# Death Studios 2011 line up



## jdubbya (Oct 4, 2003)

Death Studios Masks has just come out with their 2011 line up. Some great stuff added to an already great mask collection. All made in America, great quality and detail. I have two of his masks and see a few more I'll have to get for this year's display. The link shows the new ones for this year.

http://www.deathstudios.com/Masks/Index.cfm/go:site.Group/Group:10/ID:1/index.html


----------



## kprimm (Apr 3, 2009)

Death studios is always top notch. I have been buying from these guys for over 20 years now. Many, (almost all), of my many great costumes and props have come from death studios.


----------



## Empty_W (Apr 28, 2009)

My costume for 2011 is based off his "junior" mask that was taken off the site and now is back up, I'm so excited, need to order it before it's pulled again.


----------



## NOWHINING (Jul 25, 2009)

that is a cool website. I didnt know it existed...


----------



## chop shop (Oct 31, 2010)

Thanks for the heads up, looks like they are hitting it hard this year...i've been a mask nerd since was a kid. Scream Witch Scream is freaky.


----------



## cyberhaunt (Oct 23, 2006)

Thanks for the news! It's been a while since I've gone to their site.


----------



## Gym Whourlfeld (Jan 22, 2003)

*Jeremy Bohr-Pictured*

Used to be my neighbor just across the alley for many years, I have many examples of his sculpting here in my haunted house (Ravens Grin Inn-Mt. Carroll, Ill.)
Click on the links page of Death Studio under "Featured Creatures (Jeremy's site)
I am so impressed with his new creations!
Check him out if you haven't already.
One night as Jeremy was sculpting I was gabbing away and within maybe 20 minutes I saw him take a grey lump of clay into a very recognizable Christopher Walkins! (Headless Horseman)
which is very good for me to recongnise a face with no eyebrows, hair, hair-line of colors in/on it.
("Good for me" because sometimes it would have to have all those things done to it so I could tell what it was, just my inability to see a face this way like that, usually.)


----------



## phil121 (Oct 25, 2009)

This site has some great masks! Especially Lil Angel and Crow Killa, very good prices too i think for the quality of the masks.
Thanks
Phil


----------



## 22606 (Aug 11, 2008)

Some of the masks are altered versions of ones from previous years (Dr. Death, for instance), but they are still very cool. Glad to see that the company is still around; I'd heard previously that Death Studios was going to close due to the owner's illness, or something along those lines.


----------



## jdubbya (Oct 4, 2003)

NOWHINING said:


> that is a cool website. I didnt know it existed...
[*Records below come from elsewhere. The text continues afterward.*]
START_TEST(argument_checks)
{
    const molq_species *n2 = tu_species("N2");
    double v = 7.0, T[3] = {300, 400, 500}, out[3];
    molq_property bad = (molq_property)molq_property_count();
    ck_assert_int_eq(molq_eval(NULL, 300, 1e5, MOLQ_CP, &v), MOLQ_EARG);
    ck_assert_int_eq(molq_eval(n2, 300, 1e5, MOLQ_CP, NULL), MOLQ_EARG);
    ck_assert_int_eq(molq_eval(n2, 300, 1e5, bad, &v), MOLQ_EARG);
    ck_assert_int_eq(molq_eval(n2, 0.0, 1e5, MOLQ_CP, &v), MOLQ_EDOMAIN);
    ck_assert_int_eq(molq_eval(n2, -1.0, 1e5, MOLQ_CP, &v), MOLQ_EDOMAIN);
    ck_assert_int_eq(molq_eval(n2, NAN, 1e5, MOLQ_CP, &v), MOLQ_EDOMAIN);
    ck_assert_int_eq(molq_eval(n2, INFINITY, 1e5, MOLQ_CP, &v), MOLQ_EDOMAIN);
    ck_assert_int_eq(molq_eval(n2, 300, 0.0, MOLQ_CP, &v), MOLQ_EDOMAIN);
    ck_assert_int_eq(molq_eval(n2, 300, -5.0, MOLQ_CP, &v), MOLQ_EDOMAIN);
    ck_assert_int_eq(molq_eval(n2, 300, NAN, MOLQ_CP, &v), MOLQ_EDOMAIN);
    ck_assert_double_eq(v, 7.0); /* untouched on failure */
    ck_assert_int_eq(molq_eval_batch(n2, MOLQ_CP, 1e5, T, 0, out, 1, 3),
                     MOLQ_EARG);
    ck_assert_int_eq(molq_eval_batch(n2, MOLQ_CP, 1e5, NULL, 1, out, 1, 3),
                     MOLQ_EARG);
    ck_assert_int_eq(molq_eval_mode(n2, 99, 300, 1e5, MOLQ_CV, &v), MOLQ_EARG);
    ck_assert_int_eq(molq_eval_mode(n2, 0, 300, 1e5, MOLQ_H, &v), MOLQ_EARG);
    ck_assert_int_eq(molq_db_find(tu_builtin(), "unobtainium", &n2),
                     MOLQ_ENOTFOUND);
    ck_assert_ptr_null(molq_db_species(tu_builtin(), 1000));
    ck_assert_ptr_null(molq_species_name(NULL));
    molq_species_free(NULL);
    molq_db_free(NULL);
    molq_spec_free(NULL);
}
END_TEST

/* Extreme but valid temperatures give finite numbers (or the documented
 * range status for models with a lower limit). */
START_TEST(extreme_temperatures)
{
    const molq_db *db = tu_builtin();
    static const double T[] = {1e-300, 1e-3, 1.0, 1e5, 1e6, 1e12};
    size_t i, k, p;
    for (i = 0; i < molq_db_count(db); i++) {
        const molq_species *sp = molq_db_species(db, i);
        for (k = 0; k < sizeof T / sizeof T[0]; k++)
            for (p = 0; p < molq_property_count(); p++) {
                double v = NAN;
                molq_status st = molq_eval(sp, T[k], 1e5, (molq_property)p,
                                           &v);
                if (T[k] < molq_species_t_min(sp) ||
                    (T[k] < 1e-3 && st == MOLQ_ERANGE)) {
                    /* below a model's range, or a result beyond a double */
                    ck_assert_int_eq(st, MOLQ_ERANGE);
                    ck_assert(isnan(v));
                    continue;
                }
                ck_assert_int_eq(st, MOLQ_OK);
                ck_assert_msg(isfinite(v), "%s %s at %g K is %g",
                              molq_species_name(sp),
                              molq_property_name((molq_property)p), T[k], v);
            }
    }
}
END_TEST

START_TEST(batch_and_per_mass)
{
    const molq_species *sp = tu_species("H2O");
    double T[8], out[16], v;
    size_t i;
    for (i = 0; i < 8; i++)
        T[i] = 300.0 + 417.0 * i;
    ck_assert_int_eq(molq_eval_batch(sp, MOLQ_H, 2e5, T, 1, out, 2, 8),
                     MOLQ_OK);
    for (i = 0; i < 8; i++) {
        ck_assert_double_eq(out[2 * i], tu_eval(sp, T[i], 2e5, MOLQ_H));
    }
    ck_assert_int_eq(molq_eval_batch(sp, MOLQ_H, 2e5, T, 2, out, 1, 4),
                     MOLQ_OK);
    for (i = 0; i < 4; i++)
        ck_assert_double_eq(out[i], tu_eval(sp, T[2 * i], 2e5, MOLQ_H));
    T[3] = -1.0;
    ck_assert_int_eq(molq_eval_batch(sp, MOLQ_H, 2e5, T, 1, out, 1, 8),
                     MOLQ_EDOMAIN);
    ck_assert_int_eq(molq_eval_per_mass(sp, 500, 1e5, MOLQ_CP, &v), MOLQ_OK);
    ck_assert_close(v, tu_eval(sp, 500, 1e5, MOLQ_CP) / 18.0153e-3, 1e-15, 0);
    ck_assert_int_eq(molq_eval_per_mass(sp, 500, 1e5, MOLQ_LNQ, &v), MOLQ_OK);
    /* regression: a NULL out-pointer is MOLQ_EARG, as for molq_eval (it was
     * written through and crashed) */
    ck_assert_int_eq(molq_eval_per_mass(sp, 500, 1e5, MOLQ_CP, NULL),
                     MOLQ_EARG);
    ck_assert_double_eq(v, tu_eval(sp, 500, 1e5, MOLQ_LNQ));
    {
        molq_property props[3] = {MOLQ_S, MOLQ_CP, MOLQ_G};
        double many[3];
        ck_assert_int_eq(molq_eval_many(sp, 777, 1e5, props, 3, many), MOLQ_OK);
        for (i = 0; i < 3; i++)
            ck_assert_double_eq(many[i], tu_eval(sp, 777, 1e5, props[i]));
    }
}
END_TEST

/* Building from constants through the spec API equals reading the file. */
START_TEST(spec_api_matches_file)
{
    molq_spec *s;
    molq_species *sp;
    char err[256];
    double B = 1.922528;
    ck_assert_int_eq(molq_spec_new("CO", &s), MOLQ_OK);
    molq_spec_set_molar_mass(s, 28.0101e-3);
    molq_spec_set_structure(s, MOLQ_LINEAR);
    molq_spec_set_rotational_constants(s, &B, 1);
    molq_spec_add_vibration(s, 2143.271, 1);
    molq_spec_set_formation_enthalpy(s, -110527);
    ck_assert_int_eq(molq_species_create(s, &sp, err, sizeof err), MOLQ_OK);
    molq_spec_free(s);
    ck_assert_double_eq(
        tu_eval(sp, 1500, 1e5, MOLQ_G),
        tu_eval(tu_species_model("CO", MOLQ_MODEL_RRHO), 1500, 1e5, MOLQ_G));
    ck_assert_str_eq(molq_species_name(sp), "CO");
    ck_assert_str_eq(molq_species_formula(sp), "");
    molq_species_free(sp);
}
END_TEST

/* Molar mass from the formula when none is given: IUPAC standard atomic
 * weights (C 12.011, O 15.999, H 1.008; from memory). */
START_TEST(formula_molar_mass)
{
    static const char *js =
        "{\"species\": [{\"name\": \"m\", \"formula\": \"Ca(OH)2\","
        " \"structure\": \"atom\"}, {\"name\": \"e\", \"formula\": \"CH3OH\","
        " \"structure\": \"atom\"}]}";
    molq_db *db;
    char err[256];
    ck_assert_int_eq(molq_db_read_string(js, strlen(js), &db, err, sizeof err),
                     MOLQ_OK);
    ck_assert_close(molq_species_molar_mass(molq_db_species(db, 0)),
                    (40.078 + 2 * (15.999 + 1.008)) * 1e-3, 1e-9, 0);
    ck_assert_close(molq_species_molar_mass(molq_db_species(db, 1)),
                    (12.011 + 4 * 1.008 + 15.999) * 1e-3, 1e-9, 0);
    molq_db_free(db);
}
END_TEST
A lot of people don't know about their site. They make great stuff!



Gym Whourlfeld said:


> Used to be my neighbor just across the alley for many years, I have many examples of his sculpting here in my haunted house (Ravens Grin Inn-Mt. Carroll, Ill.)
> Click on the links page of Death Studio under "Featured Creatures (Jeremy's site)
> I am so impressed with his new creations!
> Check him out if you haven't already.
> ...


Pretty cool story Gym. Now I'd buy a Christopher Walken mask any day!



Garthgoyle said:


> Some of the masks are altered versions of ones from previous years (Dr. Death, for instance), but they are still very cool. Glad to see that the company is still around; I'd heard previously that Death Studios was going to close due to the owner's illness, or something along those lines.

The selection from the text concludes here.